Viewing 9 posts - 1 through 9 (of 9 total)

You must be logged in to reply to this topic. Login to reply

piotrka SSCrazy Points: 2031 More actions · Answer 1

Great topic, very short article. I think you should follow with more details. For example; try to explain why the year Dimension only has 2 columns.

richard.dangelo Grasshopper Points: 11 More actions · Answer 2

This is a great little article for beginners that have no idea what a dimensional model is. This really helps break it down in a short simple explanation.

qbrt SSCrazy Points: 2737 More actions · Answer 3

Good quick read. And I have a question on the specific statement made at the end of the article.

First, you can run reports directly against the schema since the data is de-normalized and optimized for reporting.

So, isn't the star formation created for the data actually "normalized"? Not, de-normalized?

Maybe I'm all confused. Thanks.

Mike Dougherty-384281 SSCrazy Points: 2794 More actions · Answer 4

piotrka (9/9/2014)
Great topic, very short article. I think you should follow with more details. For example; try to explain why the year Dimension only has 2 columns.

I agree. Now what?

I suggest a 'basic' article maybe could also explain why 'dimensional' modeling is different from whatever else you might already know...

then show us how/why queries against this schema perform better than queries I might have written before I learned this new strategy.

Chris Harshman SSC-Forever Points: 42191 More actions · Answer 5

qbrt (9/9/2014)
First, you can run reports directly against the schema since the data is de-normalized and optimized for reporting.
So, isn't the star formation created for the data actually "normalized"? Not, de-normalized?

In dimensional modeling, your fact table is highly normalized, and you typically try to represent the smallest level of transactional data (metric) that you can. In this case it is "one record per WEO subject per unit type per country per year" , this is called the grain of the table. The source spreadsheet data will be un-pivoted to store all those columns of years as a separate row each.

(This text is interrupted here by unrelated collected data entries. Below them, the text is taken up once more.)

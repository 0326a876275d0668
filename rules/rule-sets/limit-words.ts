import type { ResolvedLimit } from '../engine/finding';
import { isTableReference, isWrittenNumber, literalOf } from './bounds-of';
import type { EditionView } from './edition-view';
import type { Bound, Limit } from './limit';
import type { TableCell } from './table';
import { andList, numberWords, orList, quantityPhrase, uncapitalised, unitSuffix, withUnit } from './words';

interface Interval {
  min?: Bound | undefined;
  max?: Bound | undefined;
  exclusive?: boolean | undefined;
}

/** The limit in general terms, naming its table: "at least the value in Minimum VMA by design traffic". */
export function generalLimitWords(limit: Limit, unit: string, view: EditionView): string {
  if (limit.present) return 'shown';
  if (limit.oneOf !== undefined) {
    return isTableReference(limit.oneOf)
      ? `as listed in ${tableWords(limit.oneOf.table, view)}`
      : oneOfWords(limit.oneOf.map(allowedWords));
  }
  if (limit.target !== undefined && limit.tolerance !== undefined) {
    const target = boundWords(limit.target, view);
    if (Number(literalOf(limit.tolerance) ?? Number.NaN) === 0) {
      return `exactly ${literalOf(limit.target) === null ? target : withUnit(target, unit)}`;
    }
    return `within ${withUnit(boundWords(limit.tolerance, view), unit)} of ${target}`;
  }
  return intervalWords(limit, unit, view);
}

/** "PG 64-22", and of several "one of PG 64-22 or PG 70-22". */
export function oneOfWords(allowed: readonly string[]): string {
  return allowed.length > 1 ? `one of ${orList(allowed)}` : orList(allowed);
}

/** "at least 14.0 %", "3.5 to 4.5 %", "within the limits in Control points by sieve". */
export function intervalWords(interval: Interval, unit: string, view: EditionView): string {
  const { min, max, exclusive } = interval;
  if (min !== undefined && max !== undefined) {
    if (isTableReference(min) && isTableReference(max) && min.table === max.table) {
      return `within the limits in ${tableWords(min.table, view)}`;
    }
    if (
      literalOf(min) !== null &&
      literalOf(max) !== null &&
      !isExclusive(min, interval) &&
      !isExclusive(max, interval)
    ) {
      return withUnit(`${boundWords(min, view)} to ${boundWords(max, view)}`, unit);
    }
    return `${intervalWords({ min, exclusive }, unit, view)} and ${intervalWords({ max, exclusive }, unit, view)}`;
  }
  const bound = min ?? max;
  if (bound === undefined) return 'without a limit';
  const comparison =
    min === undefined ? atMost(isExclusive(bound, interval)) : atLeast(isExclusive(bound, interval));
  return `${comparison} ${boundWords(bound, view)}${literalOf(bound) === null ? '' : unitSuffix(unit)}`;
}

/** The resolved limit after a value: "at least 14.0", "65 to 75", "4.0 ± 0.5". */
export function resolvedLimitWords(limit: ResolvedLimit): string {
  const { min, max, target, tolerance, oneOf, decimals } = limit;
  const number = (value: number) => numberWords(value, Math.max(decimals, shortDecimals(value)));
  if (oneOf !== null) return `allowed ${orList(oneOf)}`;
  if (target !== null && tolerance === 0) return `exactly ${number(target)}`;
  if (target !== null && tolerance !== null) return `${number(target)} ± ${number(tolerance)}`;
  if (min !== null && max !== null) {
    if (min === max && !limit.minExclusive && !limit.maxExclusive) return `exactly ${number(min)}`;
    if (!limit.minExclusive && !limit.maxExclusive) return `${number(min)} to ${number(max)}`;
    return `${atLeast(limit.minExclusive)} ${number(min)} and ${atMost(limit.maxExclusive)} ${number(max)}`;
  }
  if (min !== null) return `${atLeast(limit.minExclusive)} ${number(min)}`;
  if (max !== null) return `${atMost(limit.maxExclusive)} ${number(max)}`;
  return '';
}

/** An allowed value as it is read: "PG 64-22", "9.5", "yes". */
export function allowedWords(value: number | string | boolean): string {
  if (typeof value === 'number') return numberWords(value);
  return typeof value === 'boolean' ? (value ? 'yes' : 'no') : value;
}

/** "Minimum VMA by nominal maximum aggregate size" */
export function tableWords(id: string, view: EditionView): string {
  const keys = (view.table(id)?.keys ?? []).map((key) =>
    key === 'sieve' ? 'sieve' : uncapitalised(view.attributeLabel(key)),
  );
  return keys.length === 0 ? view.tableTitle(id) : `${view.tableTitle(id)} by ${andList(keys)}`;
}

/** A cell of a table as a reader sees it: "14.0 %", "3 to below 30", "no limit". */
export function cellWords(cell: TableCell | undefined, unit: string | undefined): string {
  if (cell === undefined || cell === null) return 'no limit';
  if (Array.isArray(cell)) return orList(cell);
  if (typeof cell === 'boolean') return cell ? 'yes' : 'no';
  if (typeof cell === 'object') return rangeWords(cell, unit);
  const isNumber = typeof cell === 'number' || /^-?\d+(\.\d+)?$/.test(cell);
  return isNumber ? withUnit(numberWords(cell), unit ?? '') : cell;
}

function rangeWords(range: { from?: number | undefined; below?: number | undefined }, unit = ''): string {
  const { from, below } = range;
  if (from === undefined && below === undefined) return 'any';
  if (from === undefined) return withUnit(`below ${numberWords(below ?? 0)}`, unit);
  if (below === undefined) return withUnit(`${numberWords(from)} and more`, unit);
  return withUnit(`${numberWords(from)} to below ${numberWords(below)}`, unit);
}

function boundWords(bound: Bound, view: EditionView): string {
  if (isWrittenNumber(bound)) return numberWords(bound);
  if ('value' in bound) return numberWords(bound.value);
  if ('table' in bound) return `the value in ${tableWords(bound.table, view)}`;
  const quantity = view.quantity(bound.quantity);
  const phrase = quantity ? quantityPhrase(quantity, bound.at) : bound.quantity;
  const plus = Number(bound.plus);
  if (plus === 0) return `the ${phrase}`;
  const amount = numberWords(String(bound.plus).replace('-', ''));
  return `the ${phrase} ${plus < 0 ? 'less' : 'plus'} ${withUnit(amount, quantity?.unit ?? '')}`;
}

function isExclusive(bound: Bound, interval: Interval): boolean {
  const own = typeof bound === 'object' ? bound.exclusive : undefined;
  return own ?? interval.exclusive ?? false;
}

function atLeast(exclusive: boolean): string {
  return exclusive ? 'more than' : 'at least';
}

function atMost(exclusive: boolean): string {
  return exclusive ? 'less than' : 'at most';
}

/** Decimals that a resolved number needs beyond those of its limit, so that 0.25 is never shown as 0.2. */
function shortDecimals(value: number): number {
  return Math.min(6, (String(value).split('.')[1] ?? '').length);
}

Your dimension tables are typically designed to incorporate columns from multiple tables of your operational system, so that you don't have any descriptive data more than one join away from the fact table. Dimension tables from a source like this are split amongst the related attributes, a date/time scale (in this case we only have year), by geography (by country here), by WEO subject, by units. Typically you'd want all related fact data to be using the same scale, so I probably would have done that before loading the fact data as a cleansing step, avoiding a scale dimension. Having related fact data in the same scale makes it easier to report and do analysis on the data.

qbrt SSCrazy Points: 2737 More actions · Answer 6

Chris Harshman (9/9/2014)
qbrt (9/9/2014)
First, you can run reports directly against the schema since the data is de-normalized and optimized for reporting.
So, isn't the star formation created for the data actually "normalized"? Not, de-normalized?
In dimensional modeling, your fact table is highly normalized, and you typically try to represent the smallest level of transactional data (metric) that you can. In this case it is "one record per WEO subject per unit type per country per year" , this is called the grain of the table. The source spreadsheet data will be un-pivoted to store all those columns of years as a separate row each.
Your dimension tables are typically designed to incorporate columns from multiple tables of your operational system, so that you don't have any descriptive data more than one join away from the fact table. Dimension tables from a source like this are split amongst the related attributes, a date/time scale (in this case we only have year), by geography (by country here), by WEO subject, by units. Typically you'd want all related fact data to be using the same scale, so I probably would have done that before loading the fact data as a cleansing step, avoiding a scale dimension. Having related fact data in the same scale makes it easier to report and do analysis on the data.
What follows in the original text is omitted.